Questions about this case can be directed Taryn Vender at 570-825-4794 or tvender@tthlaw.com.
Berks Area Regional Transportation Authority v. Bennett (WCAB)
No. 942 CD 2023
Commonwealth Court of Pennsylvania
Decided: Aug. 21, 2024
A WCJ decision that describes a Claimant’s injuries with general language of body parts and symptoms without specific diagnoses is not well reasoned under the Act.
Background
The Claimant worked for the Employer as a bus driver and filed a Claim Petition seeking workers compensation benefits for a work injury. The WCJ granted the Claim Petition deeming the Claimant’s injury compensable and describing the work injury as a “left knee injury, a right hip injury, and a low back injury with associated radiculopathy”. The Employer appealed to the Board, which affirmed, and then to the Commonwealth Court. The Employer argued the WCJ’s decision was not adequately reasoned as it was too general and lacked sufficient particularity in the description of the injury.
Holding
The Commonwealth Court reversed in a published decision regarding the injury description and remanded for further findings of fact as to the extent and scope of the Claimant’s injury.
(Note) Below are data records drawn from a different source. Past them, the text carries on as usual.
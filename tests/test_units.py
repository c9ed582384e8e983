"""Unit conversion factors checked against published definitions.

Sources named beside each check:
- NIST SP 811 (2008 edition), Appendix B.8/B.9 (conversion factors);
- SI Brochure, 9th edition (2019), section 2.3.1 (degree Celsius) and Table 4.
"""
import math

import numpy as np
import polars as pl
import pytest

from fleetwatch.errors import InputError
from fleetwatch.units import CANONICAL_UNITS, UNITS, accepted_units, convert, normalize_unit


def test_rad_per_s_to_rpm_nist_sp811():
    # NIST SP 811 B.8: revolution per minute (rpm) = 1.047 198 E-01 rad/s (= 2*pi/60 rad/s)
    assert convert(2 * math.pi / 60, "rad/s", "speed") == pytest.approx(1.0, rel=1e-12)
    assert convert(1.047198e-01, "rad/s", "speed") == pytest.approx(1.0, rel=1e-6)
    assert convert(100.0, "rad/s", "speed") == pytest.approx(954.92966, rel=1e-7)


def test_rev_per_s_and_hz_to_rpm():
    # NIST SP 811 B.8: 1 r/s = 60 r/min (revolutions per second; Hz read as rev/s here)
    assert convert(1.0, "Hz", "speed") == 60.0
    assert convert(2.5, "rev/s", "speed") == 150.0
    assert convert(1500.0, "rev/min", "speed") == 1500.0
    assert convert(1500.0, "r/min", "speed") == 1500.0


def test_power_voltage_current_prefixes_si_brochure():
    # SI Brochure 9th ed. Table 7 (prefixes): k = 1e3, m = 1e-3
    assert convert(1.5, "kW", "power") == 1500.0
    assert convert(2.0, "kV", "voltage") == 2000.0
    assert convert(250.0, "mA", "current") == pytest.approx(0.25)
    assert convert(48.0, "V", "voltage") == 48.0


def test_torque_aliases():
    # NIST SP 811 section 9.5 (newton metre written N*m or N m); all spellings map to N*m
    for unit in ("N*m", "N·m", "Nm", "N m", "N.m"):
        assert convert(3.25, unit, "torque") == 3.25, unit
    assert convert(0.5, "kN*m", "torque") == 500.0


def test_kelvin_to_celsius_si_brochure():
    # SI Brochure 9th ed. 2.3.1: t/degC = T/K - 273.15
    assert convert(273.15, "K", "temperature") == pytest.approx(0.0, abs=1e-12)
    assert convert(373.15, "K", "temperature") == pytest.approx(100.0, abs=1e-12)
    assert convert(0.0, "K", "temperature") == pytest.approx(-273.15)


def test_fahrenheit_to_celsius_nist_sp811():
    # NIST SP 811 B.8 footnote: t/degC = (t/degF - 32)/1.8
    assert convert(32.0, "degF", "temperature") == pytest.approx(0.0, abs=1e-12)
    assert convert(212.0, "degF", "temperature") == pytest.approx(100.0, abs=1e-12)
    assert convert(-40.0, "°F", "temperature") == pytest.approx(-40.0, abs=1e-12)
    assert convert(98.6, "F", "temperature") == pytest.approx(37.0, abs=1e-9)


def test_convert_keeps_the_container_kind():
    s = pl.Series([0.0, 32.0, 212.0])
    out = convert(s, "degF", "temperature")
    assert isinstance(out, pl.Series)
    assert out.to_list() == pytest.approx([-17.7777778, 0.0, 100.0])
    arr = convert(np.array([1.0, 2.0]), "kW", "power")
    assert isinstance(arr, np.ndarray) and arr.tolist() == [1000.0, 2000.0]
    df = pl.DataFrame({"w": [1.0, 2.0]}).select(convert(pl.col("w"), "Hz", "speed"))
    assert df["w"].to_list() == [60.0, 120.0]


def test_canonical_units_are_identity():
    for quantity, unit in CANONICAL_UNITS.items():
        assert UNITS[quantity][unit] == (1.0, 0.0)


def test_unknown_unit_lists_accepted_units():
    with pytest.raises(InputError) as err:
        convert(1.0, "furlong/fortnight", "speed")
    msg = err.value.message
    assert "furlong/fortnight" in msg
    for u in ("rpm", "rad/s", "Hz"):
        assert u in msg
    with pytest.raises(InputError):
        convert(1.0, "kW", "temperature")   # a real unit, wrong quantity


def test_case_insensitive_only_when_unambiguous():
    assert normalize_unit("KW", "power") == "kW"
    assert normalize_unit("hz", "speed") == "Hz"
    with pytest.raises(InputError):
        normalize_unit("mw", "power")       # milliwatt or megawatt: refuse to guess
    assert "rad/s" in accepted_units("speed")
The Court held that the WCJ’s decision was not sufficiently reasoned under 77 Pa. Stat. Ann. § 834 because by being so general it did not allow for effective review in future proceedings. Merely describing the work injury as a “left knee injury, a right hip injury, and a low back injury with associated radiculopathy” was too general and fell below the standard of the Act.
Takeaway
This case clarifies the standard of a well-reasoned decision regarding work injury description. Without sufficient particularity in an injury description, the parties are not properly equipped to know what issues will be present in future litigation. Merely describing a body part as injured or using symptom descriptions, like radiculopathy, is not enough. A finding of a specific diagnosis based on the medical testimony presented is required under the Act as it gives the parties a clear understanding of what issue will be the subject of future proceedings.